Senate, National Assembly rivalry rekindled over counties funding

Senate Speaker Amason Kingi and his National Assembly counterpart Moses Wetangula. [File, Standard] 

The rivalry between the Senate and National Assembly has been rekindled following the rejection of amendments to the Division of Revenue Allocation Bill, where the Senate sought to increase the allocation to counties to Sh415 billion.

The Senators, who spoke on the floor of the House, said it was wrong for the National Assembly, which wants the allocation to the 47 counties to remain at Sh391 billion, to castigate the Senate, which is merely advocating development.

Senate Speaker Amason Kingi informed the House that the National Assembly had formed a mediation committee to deliberate on the differences that saw the Senate’s amendments rejected.

Kingi announced that National Assembly Speaker Moses Wetangula had appointed Kiharu MP Ndindi Nyoro, Teso South MP Mary Emase, Ugenya MP David Ochieng, Alego Usonga MP Samuel Atandi, and Kapenguria MP Samuel Moroto as members of the mediation committee.

Furthermore, Kitutu Chache North MP Japheth Nyakundi, Samburu West MP Naisula Lesuuda, Kitui Central MP Makali Mulu, and Garsen MP Ali Wario were also appointed to serve on the committee.

Kingi stated: “In consultation with Senate Majority Leader Aaron Cheruiyot and Senate Minority Leader Stewart Madzayo, I will be appointing nine senators to join their colleagues in the National Assembly in the mediation committee to resolve this contentious issue.”

Nairobi Senator Edwin Sifuna expressed concern that the National Assembly’s decision was an attempt to turn Kenyans against devolution, noting that the money sent to counties represents less than 10 per cent of the national budget.

Sifuna argued that it was inappropriate for the National Assembly to disparage the Senate and that the challenges faced by counties should be discussed soberly.
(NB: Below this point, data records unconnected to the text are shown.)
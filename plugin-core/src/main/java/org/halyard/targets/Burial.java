package org.halyard.targets;

import org.halyard.grid.Grid;

/**
 * Burial of a source below the seabed, from a bathymetry grid or from the sensor altitude.
 *
 * <p><b>Algorithm:</b> with a bathymetry grid (seabed depth below the sea surface, positive down) and
 * the sensor depth, burial = sensor depth + depth below sensor - seabed depth at the source; otherwise,
 * with the sensor altitude above the seabed, burial = depth below sensor - altitude. Negative values (a
 * source above the seabed, e.g. on a wreck) are kept.
 *
 * @param metres burial below the seabed, m, positive down; {@code NaN} where unknown
 * @param basis  how it was found: {@code bathymetry}, {@code altitude}, or why it is unknown
 */
public record Burial(double metres, String basis) {

    /**
     * The burial of a source at (x, y), {@code depthBelowSensor} m under sensors at {@code sensorDepth} m
     * below the sea surface and {@code altitude} m above the seabed ({@code NaN} where unknown).
     *
     * @param bathymetry seabed depth below the sea surface, m, positive down, or {@code null} when none
     */
    public static Burial of(Grid bathymetry, double x, double y, double depthBelowSensor, double sensorDepth,
                            double altitude) {
        if (Double.isNaN(depthBelowSensor)) {
            return new Burial(Double.NaN, "no depth estimate");
        }
        if (bathymetry != null && !Double.isNaN(sensorDepth)) {
            double seabed = bathymetry.valueAt(x, y);
            if (!Double.isNaN(seabed)) {
                return new Burial(sensorDepth + depthBelowSensor - seabed, "bathymetry");
            }
        }
        if (!Double.isNaN(altitude)) {
            return new Burial(depthBelowSensor - altitude, "altitude");
        }
        return new Burial(Double.NaN, bathymetry == null ? "no bathymetry grid and no sensor altitude"
                : "outside the bathymetry grid and no sensor altitude");
    }
}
He emphasised that casting aspersions on decisions made for the good of the country was wrong.

Narok Senator Ledama ole Kina stated that they are only requesting Sh415 billion for counties and dismissed claims that the National Government Constituency Development Fund (NGCDF) is more effective.

Devolution advocacy

“If we do not advocate for devolution, we will be remembered as a Senate that failed to fulfil its roles. Those serving on the mediation committee must be Senators who are committed to championing the interests of counties,” said Kina.

Nandi Senator Samson Cherargey accused the National Assembly of misleading the public by suggesting that increasing county allocation to Sh415 billion would result in a reduction of the NG-CDF.

Cherargey emphasised: “The reason we want the allocation to counties increased is to ensure that our people receive quality services. It is disgraceful that our colleagues in the National Assembly are attempting to mislead the country regarding the Senate’s proposal to increase allocation to counties.”

Homa Bay Senator Moses Kajwang praised the Senators for supporting the increase in funds for counties, enabling them to fulfil their duties. He commended the Senate Finance Committee for its commendable work aimed at ensuring the success of devolution.

Kajwang expressed hope that the mediation committee would stand firm for devolution and not be swayed by political party pressures to make unpopular decisions.

He acknowledged that while the NGCDF has led to significant development in some areas, there have also been instances of embezzlement.

CDF graft

“We should not solely blame Governors when corruption has been observed in the management of the National Government Constituency Development Fund over the years. It is incorrect for Members of the National Assembly to mislead Kenyans on this matter,” said Sifuna.

Nyandarua Senator John Methu argued that there should be no competition between devolution and the NGCDF, as their roles are clearly defined by law. He emphasised the importance of ensuring efficient service delivery in counties.

Methu questioned how counties are expected to perform effectively when their funds are reduced. As a member of the Senate County Public Accounts Committee, he has witnessed some counties excelling and raised concerns about the expectation for counties to employ teachers and nurses without adequate funding.